Below are the records; collect from them each line containing the string "json".

---

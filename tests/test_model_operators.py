"""The aggregation operators each model multiplies by, against their definitions built
from networkx's adjacency matrix (an outside reference library):
- GraphSAGE mean (Hamilton et al. 2017): D⁻¹A, A without self-loops, a vertex without
  neighbours aggregating zero;
- GIN-0 (Xu et al. 2019): A + I (H + A H);
- GAT (Veličković et al. 2018): the pattern N(v) ∪ {v}.
Both for the whole graph (the reference's rows) and for a shard's rows over its local
columns (the worker's), which must be the whole operator's rows restricted to the shard.
"""
from __future__ import annotations

import networkx as nx
import numpy as np
import pytest

from shardtrain.data.graph import Graph, csr_from_edges, normalized_adjacency
from shardtrain.plan.shards import build_shards
from shardtrain.train.models.common import operator_matrix


def _graph():
    g = nx.gnm_random_graph(40, 70, seed=3)
    g.add_node(40)                                   # an isolated vertex
    edges = np.array(list(g.edges()), dtype=np.int64)
    n = g.number_of_nodes()
    indptr, indices, _ = csr_from_edges(edges[:, 0], edges[:, 1], n)
    a = nx.to_scipy_sparse_array(g, nodelist=range(n), dtype=float).toarray()
    return Graph(indptr, indices, np.ones((n, 2)), np.zeros(n, np.int64), None, None, None), a


def _definition(kind, a):
    n = a.shape[0]
    if kind == "sage":
        deg = a.sum(axis=1)
        return np.divide(a, deg[:, None], out=np.zeros_like(a), where=deg[:, None] > 0)
    if kind == "gin":
        return a + np.eye(n)
    return ((a + np.eye(n)) > 0).astype(float)       # gat: the pattern only


@pytest.mark.parametrize("kind", ["sage", "gin", "gat"])
def test_operator_of_the_whole_graph(kind):
    graph, a = _graph()
    op = operator_matrix(kind, normalized_adjacency(graph)).toarray()
    want = _definition(kind, a)
    if kind == "gat":
        op = (op != 0).astype(float)
    np.testing.assert_allclose(op, want, rtol=1e-15, atol=0)
    if kind == "sage":
        assert not op[40].any()                      # the isolated vertex aggregates zero


@pytest.mark.parametrize("kind", ["sage", "gin"])
def test_operator_of_a_shard_is_the_whole_operators_rows(kind):
    graph, a = _graph()
    want = _definition(kind, a)
    assignment = np.random.default_rng(1).integers(0, 3, graph.num_vertices)
    for shard in build_shards(graph, assignment, 3):
        op = operator_matrix(kind, shard.adj).toarray()
        cols = np.concatenate([shard.owned, shard.halo])
        np.testing.assert_allclose(op, want[np.ix_(shard.owned, cols)], rtol=1e-15, atol=0)
        # nothing of the row lies outside the shard's local columns
        outside = np.setdiff1d(np.arange(graph.num_vertices), cols)
        assert not want[np.ix_(shard.owned, outside)].any()
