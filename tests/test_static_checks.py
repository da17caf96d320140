"""Static checks run as part of the suite: the type checker and the linter, configured in
pyproject.toml ([tool.mypy], [tool.ruff]), must pass."""
from __future__ import annotations

import importlib.util
import re
import subprocess
import sys
from pathlib import Path

import pytest

ROOT = Path(__file__).resolve().parent.parent

needs_mypy = pytest.mark.skipif(importlib.util.find_spec("mypy") is None,
                                reason="mypy is not installed (it is in the `test` extra)")


def _mypy(*args: str, cwd: Path = ROOT) -> subprocess.CompletedProcess:
    # the config file is named explicitly, so the check cannot silently run without it
    return subprocess.run([sys.executable, "-m", "mypy", "--config-file",
                           str(ROOT / "pyproject.toml"), *args], cwd=cwd,
                          capture_output=True, text=True, timeout=300)


@needs_mypy
def test_mypy_passes_on_the_package():
    res = _mypy()
    output = res.stdout + res.stderr
    assert res.returncode == 0, f"mypy reported errors:\n{output}"
    # the configured `packages` were checked: every module of shardtrain, not none
    modules = len(list((ROOT / "shardtrain").rglob("*.py")))
    checked = re.search(r"no issues found in (\d+) source files", output)
    assert checked is not None, output
    assert int(checked.group(1)) == modules, output


@needs_mypy
def test_mypy_config_catches_optional_misuse_in_untyped_code(tmp_path):
    # the body of an unannotated function is checked (check_untyped_defs) and a stale
    # `type: ignore` is reported (warn_unused_ignores): the suite's check has teeth
    bad = tmp_path / "bad_module.py"
    bad.write_text("from typing import Optional\n\n\n"
                   "def width(x: Optional[str]) -> int:\n"
                   "    return 0 if x is None else len(x)\n\n\n"
                   "def untyped(x=None):\n"
                   "    w: Optional[str] = None\n"
                   "    return w.strip()\n\n\n"
                   "n: int = 1  # type: ignore[assignment]\n")
    res = _mypy(str(bad), cwd=tmp_path)
    output = res.stdout + res.stderr
    assert res.returncode == 1, output
    assert '"None" of "str | None" has no attribute "strip"' in output, output
    assert 'Unused "type: ignore" comment' in output, output


needs_ruff = pytest.mark.skipif(importlib.util.find_spec("ruff") is None,
                                reason="ruff is not installed (it is in the `test` extra)")


@needs_ruff
def test_ruff_passes_on_the_repository():
    # lint and import order ([tool.ruff] in pyproject.toml) over the package, tests and
    # benchmarks
    res = subprocess.run([sys.executable, "-m", "ruff", "check", "--config",
                          str(ROOT / "pyproject.toml"), "shardtrain", "tests", "benchmarks"],
                         cwd=ROOT, capture_output=True, text=True, timeout=120)
    assert res.returncode == 0, f"ruff reported:\n{res.stdout}{res.stderr}"


@needs_ruff
def test_ruff_config_catches_an_unused_import(tmp_path):
    # the check is live: the same configuration flags a planted unused import
    bad = tmp_path / "planted.py"
    bad.write_text("import os\n")
    res = subprocess.run([sys.executable, "-m", "ruff", "check", "--config",
                          str(ROOT / "pyproject.toml"), str(bad)],
                         cwd=ROOT, capture_output=True, text=True, timeout=120)
    assert res.returncode != 0 and "F401" in res.stdout, res.stdout + res.stderr
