"""`train NEW_DIR --warm-start CHECKPOINT_DIR`: continue on an updated graph from a
checkpoint taken on the old one.

Source of truth: IEEE float64 arithmetic repeated in the same order (common practice for
deterministic checkpointing, as in tests/test_reference_resume.py): a warm start must be
bit for bit the run that resumes, on the new graph, a checkpoint holding the same state
(weights, Adam moments and step; the epoch keys the dropout stream). And, since every
partitioned run equals its single-process model, the warm start equals the reference run
on the new graph started from that state (to float64 rounding).
"""
from __future__ import annotations

import dataclasses
import json

import numpy as np
import pytest
from helpers import depot_graph

from shardtrain.data.graph import fingerprint
from shardtrain.plan.partition import partition_plan
from shardtrain.plan.shards import build_shards, load_manifest, save_shards
from shardtrain.plan.update import read_shard_graph, update_plan
from shardtrain.train import api, checkpoint, model
from shardtrain.train.reference import train_reference
from shardtrain.train.settings import TrainSettings

SETTINGS = TrainSettings(layers=2, hidden=8, dropout=0.5, lr=0.01, weight_decay=5e-4,
                         epochs=3, seed=5, dtype="float64", bias=True)


@pytest.fixture(scope="module")
def dirs(tmp_path_factory):
    """old shards, a checkpoint of 3 epochs on them, the updated shards."""
    tmp = tmp_path_factory.mktemp("warm")
    g = depot_graph(n=200)
    a, details = partition_plan(g, "metis", 2)
    meta = {"method": "metis", "seed": 0, "imbalance": 0.03,
            "graph_fingerprint": fingerprint(g), "num_edges": g.num_edges,
            "input_dim": g.input_dim, "num_classes": g.num_classes, "partition": details}
    save_shards(tmp / "old", build_shards(g, a, 2), meta=meta)
    api.run(api.RunConfig(source=str(tmp / "old"), settings=SETTINGS,
                          checkpoint=str(tmp / "ck")), signals=False)
    rng = np.random.default_rng(2)
    n_new = 12
    np.savez(tmp / "v.npz", features=rng.normal(size=(n_new, g.input_dim)),
             labels=rng.integers(0, 4, n_new), train_mask=rng.random(n_new) < 0.5)
    e = np.stack([np.arange(200, 200 + n_new).repeat(3), rng.integers(0, 200, 3 * n_new)], 1)
    np.savetxt(tmp / "add.txt", e, fmt="%d")
    update_plan(tmp / "old", tmp / "new", add_edges=tmp / "add.txt",
                add_vertices=tmp / "v.npz", fresh=False)
    return tmp


def _weights(result) -> dict:
    return model.params_to_arrays(result.params)


def test_warm_start_equals_a_resume_of_the_same_state_on_the_new_graph(dirs):
    more = dataclasses.replace(SETTINGS, epochs=4)
    warm = api.run(api.RunConfig(source=str(dirs / "new"), settings=more,
                                 warm_start=str(dirs / "ck")), signals=False)
    assert [r["epoch"] for r in warm.result.epochs] == [4, 5, 6, 7]
    assert warm.document["warm_start"]["folder"] == str(dirs / "ck")
    assert warm.document["warm_start"]["epoch"] == 3
    old_ck = checkpoint.read_checkpoint(dirs / "ck")
    assert warm.document["warm_start"]["graph_fingerprint"] == \
        load_manifest(dirs / "old")["graph_fingerprint"]
    # the same state as a checkpoint of a run on the new graph, resumed the ordinary way
    total = dataclasses.replace(SETTINGS, epochs=7)
    manifest = load_manifest(dirs / "new")
    identity = checkpoint.run_identity(
        total, workers=2, dims=old_ck.doc["dims"],
        graph_fingerprint=manifest["graph_fingerprint"],
        shards_fingerprint=checkpoint.shard_dir_fingerprint(dirs / "new"))
    (dirs / "ck2").mkdir(exist_ok=True)
    checkpoint.write_checkpoint(dirs / "ck2", 3, old_ck.params, old_ck.adam, identity, every=10)
    resumed = api.run(api.RunConfig(source=str(dirs / "new"), settings=total,
                                    resume=str(dirs / "ck2")), signals=False)
    got, want = _weights(warm.result), _weights(resumed.result)
    assert sorted(got) == sorted(want)
    for name in want:
        assert got[name].dtype == np.float64
        assert got[name].tobytes() == want[name].tobytes(), name     # bit for bit
    assert [r["train_loss"] for r in warm.result.epochs] == \
        [r["train_loss"] for r in resumed.result.epochs]
    # and the single-process model on the new graph from the same state
    graph = read_shard_graph(dirs / "new").graph
    ref = train_reference(graph, total, init_params=old_ck.params, init_adam=old_ck.adam,
                          first_epoch=4)
    for name, value in _weights(ref).items():
        assert np.allclose(got[name], value, rtol=1e-9, atol=1e-12), name
    # a cold start on the new graph is another run: the test tells them apart
    cold = api.run(api.RunConfig(source=str(dirs / "new"), settings=more), signals=False)
    assert any(not np.array_equal(got[k], v) for k, v in _weights(cold.result).items())


def test_warm_start_of_another_model_shape_is_refused(dirs, run_cli):
    r = run_cli("train", dirs / "new", "--warm-start", dirs / "ck", "--hidden", "9",
                "--layers", "2", "--epochs", "1", "--bias", "--dtype", "float64")
    assert r.returncode == 2, r.stderr
    lines = r.stderr.strip().splitlines()
    assert len(lines) == 1 and "--warm-start" in lines[0] and "layers" in lines[0]
    r = run_cli("train", dirs / "new", "--warm-start", dirs / "ck", "--resume", dirs / "ck",
                "--epochs", "1")
    assert r.returncode == 2 and "Traceback" not in r.stderr


def test_warm_start_through_the_cli_records_where_it_started(dirs, run_cli):
    r = run_cli("train", dirs / "new", "--warm-start", dirs / "ck", "--hidden", "8",
                "--layers", "2", "--epochs", "1", "--bias", "--dtype", "float64",
                "--dropout", "0.5", "--seed", "5", "--json", dirs / "run.json")
    assert r.returncode == 0, r.stderr
    doc = json.loads((dirs / "run.json").read_text())
    assert doc["warm_start"]["epoch"] == 3 and doc["epochs"][0]["epoch"] == 4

---

▶ _Output below_
import json
                "--dropout", "0.5", "--seed", "5", "--json", dirs / "run.json")
    doc = json.loads((dirs / "run.json").read_text())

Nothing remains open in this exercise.